本発明者らは上記の転写体の劣化という課題について鋭意検討した結果、液吸収部材を利用して劣化防止剤を転写体に付与することにより、転写体の劣化を効率よく防止し、繰り返し使用における良好な耐久性を得ることができるとの新たな知見を得た。本発明は、かかる本発明者らの新たな知見に基づいて完成されたものである。
(A)転写体に、インク増粘用の酸を含む反応液と、水性液媒体と色材を含むインクと、を付与し、水性液体成分と該色材を含む第一の画像を形成する画像形成ユニットを備える画像形成部。
(B)第一の画像と接触し、第一の画像から液体成分の少なくとも一部を吸収して第二の画像を形成する多孔質体を有する液吸収部材を備える液吸収部。
(C)転写体の劣化を防止する劣化防止剤を前記多孔質体に付与する劣化防止剤付与装置を備える劣化防止処理部。
(D)第二の画像を加熱する加熱装置を有する加熱部。
(E)加熱部により加熱された第二の画像を、記録媒体に転写する転写部。
本発明にかかる転写型インクジェット記録方法は、以下の工程を有する。
(1)転写体に、インク増粘用の酸を含む反応液と、水性液媒体と色材を含むインクと、を付与し、水性液体成分と該色材を含む第一の画像を形成する画像形成工程。
(2)液吸収部材の有する多孔質体を第一の画像に接触させて、第一の画像から液体成分の少なくとも一部を吸収して第二の画像を形成する液吸収工程。
(3)転写体の劣化を防止する劣化防止剤を多孔質体に付与する劣化防止剤付与工程。
(4)第二の画像を加熱する加熱工程。
(5)加熱工程により加熱された第二の画像を、記録媒体に転写する転写工程。
本発明においては、転写体の劣化を防止する劣化防止剤が、液吸収部材の多孔質体を介して転写体に付与される。この劣化防止剤の付与方法を用いることによって、転写体への効率よい劣化防止剤の付与と、転写体の繰り返し使用における耐久性の向上を図ることが可能となる。更に、液吸収部材が、転写体への劣化防止剤の付与機能を兼備することによって、転写体周りに劣化防止剤の付与装置を別途配置する必要がなく、装置のコンパクト化にも対応することができる。

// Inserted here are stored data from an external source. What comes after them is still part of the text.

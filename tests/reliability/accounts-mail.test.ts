// Accounts and mail: the outbox hands out no accounts, a reset answers alike for every address,
// password guessing is slowed per address and per account, common passwords are refused, and a
// request naming a host we do not serve is refused (DNS rebinding).
import { afterAll, beforeAll, describe, expect, test, vi } from 'vitest';
import supertest from 'supertest';
import { eq } from 'drizzle-orm';
import { createTestApp, DEMO, DEMO_PASSWORD, ORIGIN, type TestApp } from '../setup/test-app';
import { addOtherOrg, OTHER_ADMIN, OTHER_PASSWORD } from '../setup/other-org';
import { capturedMail, users } from '../../server/db/schema';
import { WITHHELD_LINK } from '../../server/mail/one-time-links';
import { venueIds } from '../api/testing-helpers';
import { startChildServer, type ChildServer } from './child-server';

const median = (xs: number[]) => {
  const s = [...xs].sort((a, b) => a - b);
  const m = Math.floor(s.length / 2);
  return s.length % 2 ? s[m]! : (s[m - 1]! + s[m]!) / 2;
};

describe('the outbox', () => {
  let t: TestApp;
  beforeAll(async () => {
    t = await createTestApp();
    await addOtherOrg(t);
  });
  afterAll(() => t.close());

  test("another organisation's admin sees none of our messages: not in the list, and 404 for each", async () => {
    const ada = await t.agentFor(DEMO.admin);
    expect((await ada.post('/api/users').send({ email: 'kim@lakeshore.example', name: 'Kim Ashby', role: 'technician' })).status).toBe(201);
    const ours = (await ada.get('/api/mail')).body as { id: number; toAddresses: string }[];
    const invitation = ours.find((m) => m.toAddresses === 'kim@lakeshore.example');
    expect(invitation).toBeDefined();

    const hilltop = await t.agentFor(OTHER_ADMIN, OTHER_PASSWORD);
    const theirs = (await hilltop.get('/api/mail')).body as { id: number }[];
    expect(theirs.map((m) => m.id)).not.toContain(invitation!.id);
    const peek = await hilltop.get(`/api/mail/${invitation!.id}`);
    expect(peek.status).toBe(404);
    expect(peek.headers['content-type']).toMatch(/^application\/problem\+json/);
    expect(JSON.stringify(peek.body)).not.toMatch(/set-password/);
  });

  test("a reset link for the director is withheld from our own admin's outbox (list and message), the rest of the message is there", async () => {
    const ada = await t.agentFor(DEMO.admin);
    const before = t.oneTimeLinks.length;
    expect((await t.request.post('/api/auth/password-reset').set('Origin', ORIGIN).send({ email: DEMO.director })).status).toBe(202);
    const { link, token } = await t.linkSentTo(DEMO.director, { after: before });

    const list = await ada.get('/api/mail');
    expect(JSON.stringify(list.body)).not.toContain(token);
    const reset = (list.body as { id: number; toAddresses: string; subject: string }[]).find(
      (m) => m.toAddresses === DEMO.director && /reset/i.test(m.subject),
    );
    expect(reset).toBeDefined();
    const message = await ada.get(`/api/mail/${reset!.id}`);
    expect(message.status).toBe(200);
    expect(JSON.stringify(message.body)).not.toContain(token);
    expect(message.body.text).not.toMatch(/\/set-password\/[A-Za-z0-9_-]+/);
    expect(message.body.text).toContain(WITHHELD_LINK);
    // Everything else is kept: who it is for, the greeting, how long the link lasts.
    expect(message.body.text).toContain('Hello Marco Dal Bello');
    expect(message.body.text).toMatch(/expires in 2 hours/);

    // Nothing stored holds it either (a database backup hands out no accounts).
    const stored = t.db.select().from(capturedMail).where(eq(capturedMail.id, reset!.id)).get()!;
    expect(`${stored.text}${stored.html ?? ''}${stored.raw}`).not.toContain(token);
    // The link printed on the console is the real one: it works for the person it was sent to.
    expect(link).toBe(`${ORIGIN}/set-password/${token}`);
    expect((await t.request.get(`/api/auth/set-password/${token}`)).body).toMatchObject({ email: DEMO.director, purpose: 'reset' });
  });

  test('a message stored before links were withheld is shown with its link withheld', async () => {
    const orgId = t.db.select().from(users).where(eq(users.email, DEMO.admin)).get()!.orgId;
    const old = t.db
      .insert(capturedMail)
      .values({
        orgId,
        fromAddress: 'x',
        toAddresses: DEMO.organiser,
        subject: 'Reset your Stripwarden password',
        text: `Here: ${ORIGIN}/set-password/abcDEF123_-xyz\n`,
        raw: '',
      })
      .returning()
      .get();
    const ada = await t.agentFor(DEMO.admin);
    const shown = await ada.get(`/api/mail/${old.id}`);
    expect(shown.body.text).toBe(`Here: ${WITHHELD_LINK}\n`);
  });
});

describe('POST /api/auth/password-reset', () => {
  // The real server in a child process: in-process, the test's own client would wait for the work
  // the server does after answering, and the time measured would not be what a caller sees.
  let server: ChildServer;
  const links: string[] = [];
  beforeAll(async () => {
    server = await startChildServer(4413, undefined, { onLine: (line) => line.includes('One-time link for') && links.push(line) });
  });
  afterAll(() => server?.stop());

  test('an existing address and an unknown one answer in the same time (medians within 20 ms)', { timeout: 120_000 }, async () => {
    const ask = async (email: string) => {
      const t0 = performance.now();
      const res = await fetch(`${server.base}/api/auth/password-reset`, {
        method: 'POST',
        headers: { 'Content-Type': 'application/json', Origin: server.base },
        body: JSON.stringify({ email }),
      });
      const ms = performance.now() - t0;
      expect(res.status).toBe(202);
      await res.arrayBuffer();
      return ms;
    };
    /** Waits until the server has printed the link of the n-th reset mail: it is idle again. */
    const mailed = async (n: number) => {
      for (let i = 0; i < 500 && links.length < n; i++) await new Promise((r) => setTimeout(r, 20));
      expect(links.length).toBe(n);
    };
    const known: number[] = [];
    const unknown: number[] = [];
    // Alternating pairs, the first few as warm-up; after each existing address the test waits for its
    // mail to go out, so every request starts on an idle server.
    for (let i = 0; i < 40; i++) {
      const k = await ask(DEMO.organiser);
      await mailed(i + 1);
      const u = await ask(`nobody-${i}@lakeshore.example`);
      if (i >= 5) {
        known.push(k);
        unknown.push(u);
      }
    }
    expect(links.every((l) => l.includes(DEMO.organiser))).toBe(true);
    const difference = Math.abs(median(known) - median(unknown));
    expect(difference, `median known ${median(known).toFixed(1)} ms, unknown ${median(unknown).toFixed(1)} ms`).toBeLessThan(20);
  });
});

describe('password guessing', () => {
  let t: TestApp;
  // Three wrong passwords per address in the window (SIGNIN_RATE_LIMIT); the per-account slowing
  // starts after five, whatever the addresses.
  beforeAll(async () => {
    t = await createTestApp({ env: { SIGNIN_RATE_LIMIT: '3' } });
  });
  afterAll(() => {
    vi.useRealTimers();
    return t.close();
  });

  // Requests come through a proxy on loopback ('trust proxy'), so X-Forwarded-For names the address.
  const from = (address: string) => ({
    signIn: (email: string, password: string) =>
      t.request.post('/api/auth/sign-in').set('Origin', ORIGIN).set('X-Forwarded-For', address).send({ email, password }),
  });

  test('one address trying many e-mails is stopped after the limit: 429, Retry-After, problem+json, before any password is checked', async () => {
    const attacker = from('203.0.113.7');
    for (let i = 0; i < 3; i++) expect((await attacker.signIn(`guess-${i}@lakeshore.example`, 'wrong-password')).status).toBe(401);
    const stopped = await attacker.signIn('guess-9@lakeshore.example', 'wrong-password');
    expect(stopped.status).toBe(429);
    expect(Number(stopped.headers['retry-after'])).toBeGreaterThan(0);
    expect(stopped.headers['content-type']).toMatch(/^application\/problem\+json/);
    expect(stopped.body.code).toBe('too-many-attempts');
    // The address is stopped, not the accounts: the same person from elsewhere signs in.
    expect((await from('198.51.100.20').signIn(DEMO.technician, DEMO_PASSWORD)).status).toBe(200);
  });

  test('successful sign-ins are not counted: a venue behind one address signs in as often as it needs', async () => {
    const venue = from('198.51.100.30');
    for (let i = 0; i < 8; i++) expect((await venue.signIn(DEMO.annexTechnician, DEMO_PASSWORD)).status).toBe(200);
    expect((await venue.signIn(DEMO.annexTechnician, 'typo-password')).status).toBe(401);
  });

  test('one account tried from many addresses is slowed, not locked: after five failures it must wait, then the right password works', async () => {
    vi.useFakeTimers({ toFake: ['Date'] });
    vi.setSystemTime(Date.now());
    for (let i = 0; i < 5; i++) expect((await from(`192.0.2.${10 + i}`).signIn(DEMO.organiser, 'wrong-password')).status).toBe(401);
    const slowed = await from('192.0.2.50').signIn(DEMO.organiser, DEMO_PASSWORD);
    expect(slowed.status).toBe(429);
    const wait = Number(slowed.headers['retry-after']);
    expect(wait).toBeGreaterThanOrEqual(1);
    expect(wait).toBeLessThanOrEqual(60);
    expect(slowed.headers['content-type']).toMatch(/^application\/problem\+json/);
    vi.setSystemTime(Date.now() + wait * 1000);
    const after = await from('192.0.2.51').signIn(DEMO.organiser, DEMO_PASSWORD);
    expect(after.status, JSON.stringify(after.body)).toBe(200);
    // The success cleared the count: a typo afterwards is an ordinary 401.
    expect((await from('192.0.2.52').signIn(DEMO.organiser, 'typo-password')).status).toBe(401);
    vi.useRealTimers();
  });

  test('the password re-entered at sign-off is limited the same way (per address, 429 with Retry-After)', async () => {
    const { annex } = await venueIds(t);
    const marco = supertest.agent(t.app).set('Origin', ORIGIN).set('X-Forwarded-For', '203.0.113.99');
    expect((await marco.post('/api/auth/sign-in').send({ email: DEMO.director, password: DEMO_PASSWORD })).status).toBe(200);
    for (let i = 0; i < 3; i++)
      expect((await marco.post(`/api/venues/${annex}/sign-off`).send({ password: 'not-my-password' })).status).toBe(401);
    const stopped = await marco.post(`/api/venues/${annex}/sign-off`).send({ password: DEMO_PASSWORD });
    expect(stopped.status).toBe(429);
    expect(Number(stopped.headers['retry-after'])).toBeGreaterThan(0);
    expect(stopped.headers['content-type']).toMatch(/^application\/problem\+json/);
  });

  test('the sign-off password is slowed per account across addresses', async () => {
    vi.useFakeTimers({ toFake: ['Date'] });
    vi.setSystemTime(Date.now() + 16 * 60_000);
    const { annex } = await venueIds(t);
    const marco = supertest.agent(t.app).set('Origin', ORIGIN);
    const as = (address: string) => marco.set('X-Forwarded-For', address);
    expect((await as('192.0.2.100').post('/api/auth/sign-in').send({ email: DEMO.director, password: DEMO_PASSWORD })).status).toBe(200);
    for (let i = 0; i < 5; i++)
      expect(
        (
          await as(`192.0.2.${110 + i}`)
            .post(`/api/venues/${annex}/sign-off`)
            .send({ password: 'not-my-password' })
        ).status,
      ).toBe(401);
    const slowed = await as('192.0.2.120').post(`/api/venues/${annex}/sign-off`).send({ password: 'not-my-password' });
    expect(slowed.status).toBe(429);
    expect(Number(slowed.headers['retry-after'])).toBeGreaterThanOrEqual(1);
    vi.useRealTimers();
  });
});

describe('choosing a password', () => {
  let t: TestApp;
  beforeAll(async () => {
    t = await createTestApp();
  });
  afterAll(() => t.close());

  async function inviteLink(email: string) {
    const ada = await t.agentFor(DEMO.admin);
    expect((await ada.post('/api/users').send({ email, name: 'Robin Hale', role: 'technician' })).status).toBe(201);
    return (await t.linkSentTo(email)).token;
  }

  test('a password from the list of common passwords is refused with a clear message on the field (OWASP ASVS 5.0 6.2.4)', async () => {
    const token = await inviteLink('robin@lakeshore.example');
    for (const common of ['password', 'Password123!', 'iloveyou', 'qwertyuiop', 'sunshine2026']) {
      const res = await t.request.post(`/api/auth/set-password/${token}`).set('Origin', ORIGIN).send({ password: common });
      expect(res.status, common).toBe(422);
      expect(res.headers['content-type']).toMatch(/^application\/problem\+json/);
      expect(res.body.code).toBe('common-password');
      expect(res.body.errors).toEqual([{ path: 'password', message: expect.stringMatching(/commonly used passwords/) }]);
    }
    // The person's own e-mail or name, and the product's name, count as common here (ASVS 6.2.11).
    for (const context of ['robin@lakeshore.example', 'RobinHale', 'stripwarden']) {
      expect(
        (await t.request.post(`/api/auth/set-password/${token}`).set('Origin', ORIGIN).send({ password: context })).status,
        context,
      ).toBe(422);
    }
    // The link still works: nothing was set.
    expect((await t.request.get(`/api/auth/set-password/${token}`)).status).toBe(200);
  });

  test('an uncommon password is accepted, the demo password among them', async () => {
    const token = await inviteLink('jo@lakeshore.example');
    const res = await t.request.post(`/api/auth/set-password/${token}`).set('Origin', ORIGIN).send({ password: DEMO_PASSWORD });
    expect(res.status).toBe(200);
    expect(
      (await t.request.post('/api/auth/sign-in').set('Origin', ORIGIN).send({ email: 'jo@lakeshore.example', password: DEMO_PASSWORD }))
        .status,
    ).toBe(200);
  });
});

describe('the Host header', () => {
  let t: TestApp;
  beforeAll(async () => {
    t = await createTestApp({ env: { ALLOWED_HOSTS: 'hall.lakeshore.example, tablets.example.org' } });
  });
  afterAll(() => t.close());

  test('a write from a rebinding domain (Origin equal to its own Host) is refused with 421 problem+json, and changes nothing', async () => {
    const before = t.db.select().from(users).all().length;
    const ada = await t.agentFor(DEMO.admin);
    const res = await ada
      .post('/api/users')
      .set('Host', 'rebind.attacker.example:3999')
      .set('Origin', 'http://rebind.attacker.example:3999')
      .send({ email: 'mallory@lakeshore.example', name: 'Mallory', role: 'admin' });
    expect(res.status).toBe(421);
    expect(res.headers['content-type']).toMatch(/^application\/problem\+json/);
    expect(res.body.code).toBe('unknown-host');
    expect(t.db.select().from(users).all().length).toBe(before);
  });

  test('reads and pages under an unknown host are refused as well', async () => {
    for (const host of ['evil.example', 'localhost.evil.example:3999', 'stripwarden.example']) {
      const res = await t.request.get('/api/health').set('Host', host);
      expect(res.status, host).toBe(421);
    }
  });

  test('IP literals, localhost, the host of APP_ORIGIN and ALLOWED_HOSTS are served', async () => {
    for (const host of [
      '192.168.1.20:3000',
      '10.0.0.5',
      '[::1]:3999',
      '[fe80::1]',
      'localhost',
      'LOCALHOST:3999',
      'hall.lakeshore.example',
      'Tablets.Example.org:8080',
    ]) {
      const res = await t.request.get('/api/health').set('Host', host);
      expect(res.status, host).toBe(200);
    }
    // A tablet on the hall's address writes with its page's origin, as before.
    const ada = supertest.agent(t.app).set('Host', '192.168.1.20:3000').set('Origin', 'http://192.168.1.20:3000');
    expect((await ada.post('/api/auth/sign-in').send({ email: DEMO.admin, password: DEMO_PASSWORD })).status).toBe(200);
  });
});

搬送装置を設け、画像形成部、液吸収部、加熱部及び転写部に対して転写体を相対的に移動させて上記の各工程を行うことが好ましい。後述するように、円筒状の支持部材の周面に転写体を配置した構成においては、搬送装置は支持部材とその回転駆動装置を有する構成とし、支持部材を回転させることで転写体を前記各部に対して移動させることができる。
<画像形成ユニット>
画像形成ユニットは、転写体上に水性液体成分と色材とを含む第一の画像を形成できるものであれば、特に限定されるものではない。なお、第一の画像とは、液吸収部材による液吸収処理に供される前の「液除去前インク像」のことをいう。また、液吸収処理を行って水性液体成分の含有量が低減された「液除去後インク像」のことを第二の画像と称する。

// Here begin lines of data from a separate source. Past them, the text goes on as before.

// Fifty technicians, each with their own account and session, posting readings for a minute
// (LOAD_SECONDS to change it): no errors, nothing lost. Too long for every `npm test`, so it runs
// with `npm run test:reliability` (vitest.reliability.config.ts), which CI runs as well.
import { afterAll, describe, expect, test } from 'vitest';
import Database from 'better-sqlite3';
import { randomUUID } from 'node:crypto';
import { hashPassword, TEST_SCRYPT } from '../../server/auth/password';
import { DEMO_PASSWORD, hallSteps, postReading, signIn, startChildServer, type ChildServer } from './child-server';

const PORT = 4412;
const TECHNICIANS = 50;
const SECONDS = Number(process.env.LOAD_SECONDS ?? 60);
let server: ChildServer | null = null;
afterAll(async () => {
  await server?.stop('SIGKILL');
});

describe('load: 50 technicians for a minute', () => {
  test(
    `when ${TECHNICIANS} technicians post readings for ${SECONDS} s, then every answer is 201 and every acknowledged reading is stored`,
    { timeout: (SECONDS + 120) * 1000 },
    async () => {
      server = await startChildServer(PORT);
      const { base, dbPath } = server;
      const sam = await signIn(base, 'sam@lakeshore.example');
      const { hallId, steps } = await hallSteps(base, sam);

      // Fifty technician accounts assigned to the Sports Hall, put straight into the database.
      const hash = await hashPassword(DEMO_PASSWORD, TEST_SCRYPT);
      const db = new Database(dbPath);
      db.pragma('busy_timeout = 5000');
      const orgId = db.prepare("select org_id from users where email = 'sam@lakeshore.example'").pluck().get() as string;
      const emails: string[] = [];
      db.transaction(() => {
        for (let i = 1; i <= TECHNICIANS; i++) {
          const id = randomUUID();
          const email = `tech${i}@lakeshore.example`;
          emails.push(email);
          db.prepare("insert into users (id, org_id, email, name, role, password_hash) values (?, ?, ?, ?, 'technician', ?)").run(
            id,
            orgId,
            email,
            `Technician ${i}`,
            hash,
          );
          db.prepare('insert into venue_technicians (venue_id, user_id) values (?, ?)').run(hallId, id);
        }
      })();
      db.close();
      const cookies = await Promise.all(emails.map((e) => signIn(base, e)));

      const acknowledged: string[] = [];
      const failures: string[] = [];
      const latencies: number[] = [];
      const until = Date.now() + SECONDS * 1000;
      const technician = async (k: number) => {
        for (let i = 0; Date.now() < until; i++) {
          const step = steps[(k * 37 + i) % steps.length];
          const id = randomUUID();
          const t0 = performance.now();
          try {
            const res = await postReading(base, cookies[k], { id, stepId: step.id, value: step.value });
            const text = await res.text();
            latencies.push(performance.now() - t0);
            if (res.status === 201) acknowledged.push(id);
            else failures.push(`${res.status} ${text.slice(0, 200)}`);
          } catch (err) {
            failures.push(String(err));
          }
        }
      };
      await Promise.all(cookies.map((_, k) => technician(k)));
      await server.stop('SIGTERM');
      server = null;

      expect(failures.slice(0, 5), `${failures.length} failed requests`).toEqual([]);
      const check = new Database(dbPath, { readonly: true });
      expect(check.pragma('integrity_check', { simple: true })).toBe('ok');
      const has = check.prepare('select 1 from readings where id = ?').pluck();
      const lost = acknowledged.filter((id) => !has.get(id));
      const stored = check
        .prepare(`select count(*) from readings r join users u on u.id = r.taken_by where u.email like 'tech%@lakeshore.example'`)
        .pluck()
        .get() as number;
      check.close();
      expect(lost).toEqual([]);
      expect(stored).toBe(acknowledged.length);
      latencies.sort((a, b) => a - b);
      console.log(
        `load: ${acknowledged.length} readings in ${SECONDS} s (${Math.round(acknowledged.length / SECONDS)}/s) from ${TECHNICIANS} sessions; ` +
          `p50 ${latencies[Math.floor(latencies.length / 2)].toFixed(1)} ms, p99 ${latencies[Math.floor(latencies.length * 0.99)].toFixed(1)} ms`,
      );
    },
  );
});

画像形成ユニットは、好ましくは、反応液を転写体上に付与する反応液付与部を構成する装置と、水性液媒体と色材を含むインクを転写体上に付与するインク付与部を構成する装置と、を有する。
液吸収処理対象としての第一の画像は、反応液とインクを、これらが少なくとも重複する領域を有するように転写体に付与することによって形成される。反応液により、転写体上にインクとともに付与された色材の定着性が促進され向上する。この色材の定着性の促進、向上は、転写体に付与されたインクが流動性を有している初期状態から、反応液の作用によってインク自体のあるいはインク中の色材の流動性が低下して、初期状態と比較して増粘して流動し難い固定化された状態となることをいう。そのメカニズムについては後述する。
第一の画像は、反応液とインクの混合物を含んで形成される。インクには水を含む水性液媒体が含まれており、また、必要に応じて反応液にも水を含む水性液媒体が含まれている。水性液媒体は、少なくとも水を含み、必要に応じて水溶性有機溶媒や各種の添加剤を含む。第一の画像には、これらの水性液媒体から供給される水を含む水性液体成分が色材とともに含まれる。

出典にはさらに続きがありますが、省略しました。